* _Exercise objective_
Once you reach the line containing "is the likeliest" in the data below, restate each line word for word up to and including the one containing "if (sha256_hex(text) == sha256)".

* _Data records_

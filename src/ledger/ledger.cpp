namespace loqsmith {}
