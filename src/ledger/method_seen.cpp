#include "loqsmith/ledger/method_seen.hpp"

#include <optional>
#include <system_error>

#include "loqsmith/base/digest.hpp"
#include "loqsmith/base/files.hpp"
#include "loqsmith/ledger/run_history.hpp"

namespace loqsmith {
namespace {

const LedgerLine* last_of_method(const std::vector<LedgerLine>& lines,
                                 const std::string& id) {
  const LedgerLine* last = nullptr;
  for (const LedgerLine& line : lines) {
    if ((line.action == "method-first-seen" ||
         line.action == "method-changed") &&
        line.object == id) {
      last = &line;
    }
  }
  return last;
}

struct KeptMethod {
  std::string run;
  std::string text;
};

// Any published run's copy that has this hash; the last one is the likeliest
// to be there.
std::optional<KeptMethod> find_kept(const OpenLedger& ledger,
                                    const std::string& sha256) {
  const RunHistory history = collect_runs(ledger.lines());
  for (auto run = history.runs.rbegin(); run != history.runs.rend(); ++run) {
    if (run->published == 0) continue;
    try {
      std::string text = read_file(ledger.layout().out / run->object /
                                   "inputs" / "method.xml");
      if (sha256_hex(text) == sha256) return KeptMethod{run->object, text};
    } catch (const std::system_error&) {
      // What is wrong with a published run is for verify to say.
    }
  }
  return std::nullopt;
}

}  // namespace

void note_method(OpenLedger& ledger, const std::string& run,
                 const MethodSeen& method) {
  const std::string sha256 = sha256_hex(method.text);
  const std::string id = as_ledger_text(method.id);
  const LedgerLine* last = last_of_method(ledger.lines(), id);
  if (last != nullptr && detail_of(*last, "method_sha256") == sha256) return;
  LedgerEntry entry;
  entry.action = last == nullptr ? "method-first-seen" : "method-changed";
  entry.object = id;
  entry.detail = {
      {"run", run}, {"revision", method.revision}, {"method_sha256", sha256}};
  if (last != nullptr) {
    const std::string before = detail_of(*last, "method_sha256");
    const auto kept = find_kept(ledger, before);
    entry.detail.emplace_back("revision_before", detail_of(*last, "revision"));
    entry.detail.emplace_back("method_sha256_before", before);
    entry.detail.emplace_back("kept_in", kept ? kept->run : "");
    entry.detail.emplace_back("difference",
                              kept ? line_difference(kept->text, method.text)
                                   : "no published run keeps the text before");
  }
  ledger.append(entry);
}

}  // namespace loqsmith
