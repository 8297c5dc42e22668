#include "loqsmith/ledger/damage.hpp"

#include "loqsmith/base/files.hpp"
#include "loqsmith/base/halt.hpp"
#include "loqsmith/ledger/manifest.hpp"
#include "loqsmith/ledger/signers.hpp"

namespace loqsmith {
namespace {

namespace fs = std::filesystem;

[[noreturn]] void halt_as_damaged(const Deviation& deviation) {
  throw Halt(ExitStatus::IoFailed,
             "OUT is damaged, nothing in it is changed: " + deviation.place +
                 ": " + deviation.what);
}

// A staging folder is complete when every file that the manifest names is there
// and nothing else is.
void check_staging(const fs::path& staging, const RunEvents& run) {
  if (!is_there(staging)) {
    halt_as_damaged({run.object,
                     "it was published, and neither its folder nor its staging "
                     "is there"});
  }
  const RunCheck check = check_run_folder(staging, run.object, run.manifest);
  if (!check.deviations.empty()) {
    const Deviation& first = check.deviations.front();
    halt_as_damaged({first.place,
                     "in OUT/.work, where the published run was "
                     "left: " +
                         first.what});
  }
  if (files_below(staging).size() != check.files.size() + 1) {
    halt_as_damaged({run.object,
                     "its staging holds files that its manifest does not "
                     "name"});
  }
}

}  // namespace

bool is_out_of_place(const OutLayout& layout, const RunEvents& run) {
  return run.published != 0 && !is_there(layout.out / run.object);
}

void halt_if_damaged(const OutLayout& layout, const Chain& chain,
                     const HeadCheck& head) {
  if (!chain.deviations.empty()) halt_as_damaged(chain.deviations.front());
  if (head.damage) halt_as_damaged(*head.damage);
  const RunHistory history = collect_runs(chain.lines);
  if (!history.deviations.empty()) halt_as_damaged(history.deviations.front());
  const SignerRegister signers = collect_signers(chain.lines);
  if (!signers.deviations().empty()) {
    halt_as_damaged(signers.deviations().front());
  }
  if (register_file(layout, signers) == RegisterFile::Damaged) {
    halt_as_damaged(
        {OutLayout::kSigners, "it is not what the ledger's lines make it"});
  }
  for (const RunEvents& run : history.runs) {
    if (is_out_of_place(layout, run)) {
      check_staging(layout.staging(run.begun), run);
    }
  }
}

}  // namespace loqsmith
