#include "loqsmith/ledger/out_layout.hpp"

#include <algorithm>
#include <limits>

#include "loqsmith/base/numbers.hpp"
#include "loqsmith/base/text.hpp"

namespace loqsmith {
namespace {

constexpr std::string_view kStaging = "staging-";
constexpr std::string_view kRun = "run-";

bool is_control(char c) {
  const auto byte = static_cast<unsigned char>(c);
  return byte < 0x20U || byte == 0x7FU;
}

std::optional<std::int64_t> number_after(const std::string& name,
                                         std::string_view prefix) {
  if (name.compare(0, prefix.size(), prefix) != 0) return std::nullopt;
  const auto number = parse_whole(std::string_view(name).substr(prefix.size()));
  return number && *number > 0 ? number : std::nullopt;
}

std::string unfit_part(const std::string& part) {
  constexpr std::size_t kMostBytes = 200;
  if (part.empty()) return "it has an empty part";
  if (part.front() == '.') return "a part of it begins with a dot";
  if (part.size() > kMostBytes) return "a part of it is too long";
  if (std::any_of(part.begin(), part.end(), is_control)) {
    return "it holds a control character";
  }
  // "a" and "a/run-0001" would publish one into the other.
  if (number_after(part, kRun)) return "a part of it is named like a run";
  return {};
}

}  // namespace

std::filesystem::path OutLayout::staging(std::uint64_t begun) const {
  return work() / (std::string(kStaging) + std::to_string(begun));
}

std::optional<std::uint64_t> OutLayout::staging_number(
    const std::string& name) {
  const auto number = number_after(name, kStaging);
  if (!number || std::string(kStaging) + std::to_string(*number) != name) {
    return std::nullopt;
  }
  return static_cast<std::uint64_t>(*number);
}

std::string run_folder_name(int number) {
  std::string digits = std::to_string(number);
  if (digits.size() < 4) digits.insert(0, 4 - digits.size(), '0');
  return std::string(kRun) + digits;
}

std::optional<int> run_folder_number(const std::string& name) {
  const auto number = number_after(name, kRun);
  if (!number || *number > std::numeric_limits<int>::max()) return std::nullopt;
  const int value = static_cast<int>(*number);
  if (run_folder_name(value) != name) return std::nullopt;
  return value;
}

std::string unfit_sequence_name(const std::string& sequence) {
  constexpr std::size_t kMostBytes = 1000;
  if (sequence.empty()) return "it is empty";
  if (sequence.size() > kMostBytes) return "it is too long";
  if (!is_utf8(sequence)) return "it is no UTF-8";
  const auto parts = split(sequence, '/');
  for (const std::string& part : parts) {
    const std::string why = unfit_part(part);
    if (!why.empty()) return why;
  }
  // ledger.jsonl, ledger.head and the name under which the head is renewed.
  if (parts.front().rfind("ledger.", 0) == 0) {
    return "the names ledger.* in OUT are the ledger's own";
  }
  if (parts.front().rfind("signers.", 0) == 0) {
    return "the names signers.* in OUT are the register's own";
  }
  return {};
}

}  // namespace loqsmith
---
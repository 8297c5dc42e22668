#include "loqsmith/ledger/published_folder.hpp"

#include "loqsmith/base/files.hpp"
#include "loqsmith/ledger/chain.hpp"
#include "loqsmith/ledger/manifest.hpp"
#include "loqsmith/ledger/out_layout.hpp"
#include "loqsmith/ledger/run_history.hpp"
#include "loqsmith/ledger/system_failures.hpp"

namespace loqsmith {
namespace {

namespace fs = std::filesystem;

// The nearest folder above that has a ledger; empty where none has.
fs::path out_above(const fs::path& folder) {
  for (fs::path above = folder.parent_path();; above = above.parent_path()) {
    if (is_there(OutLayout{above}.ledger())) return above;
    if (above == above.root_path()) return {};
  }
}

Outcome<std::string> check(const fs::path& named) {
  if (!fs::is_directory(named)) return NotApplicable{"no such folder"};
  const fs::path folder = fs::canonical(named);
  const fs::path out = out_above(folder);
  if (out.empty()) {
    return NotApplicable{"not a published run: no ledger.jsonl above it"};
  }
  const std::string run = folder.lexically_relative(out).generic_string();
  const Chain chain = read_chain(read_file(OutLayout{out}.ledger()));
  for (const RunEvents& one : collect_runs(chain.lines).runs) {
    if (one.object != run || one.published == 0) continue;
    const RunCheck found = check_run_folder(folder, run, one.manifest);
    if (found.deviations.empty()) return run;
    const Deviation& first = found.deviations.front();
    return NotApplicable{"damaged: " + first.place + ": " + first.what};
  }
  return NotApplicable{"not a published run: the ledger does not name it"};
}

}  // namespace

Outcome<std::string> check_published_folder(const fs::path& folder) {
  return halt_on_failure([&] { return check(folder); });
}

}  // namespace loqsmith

* _Response for this exercise_
// Any published run's copy that has this hash; the last one is the likeliest
// to be there.
std::optional<KeptMethod> find_kept(const OpenLedger& ledger,
                                    const std::string& sha256) {
  const RunHistory history = collect_runs(ledger.lines());
  for (auto run = history.runs.rbegin(); run != history.runs.rend(); ++run) {
    if (run->published == 0) continue;
    try {
      std::string text = read_file(ledger.layout().out / run->object /
                                   "inputs" / "method.xml");
      if (sha256_hex(text) == sha256) return KeptMethod{run->object, text};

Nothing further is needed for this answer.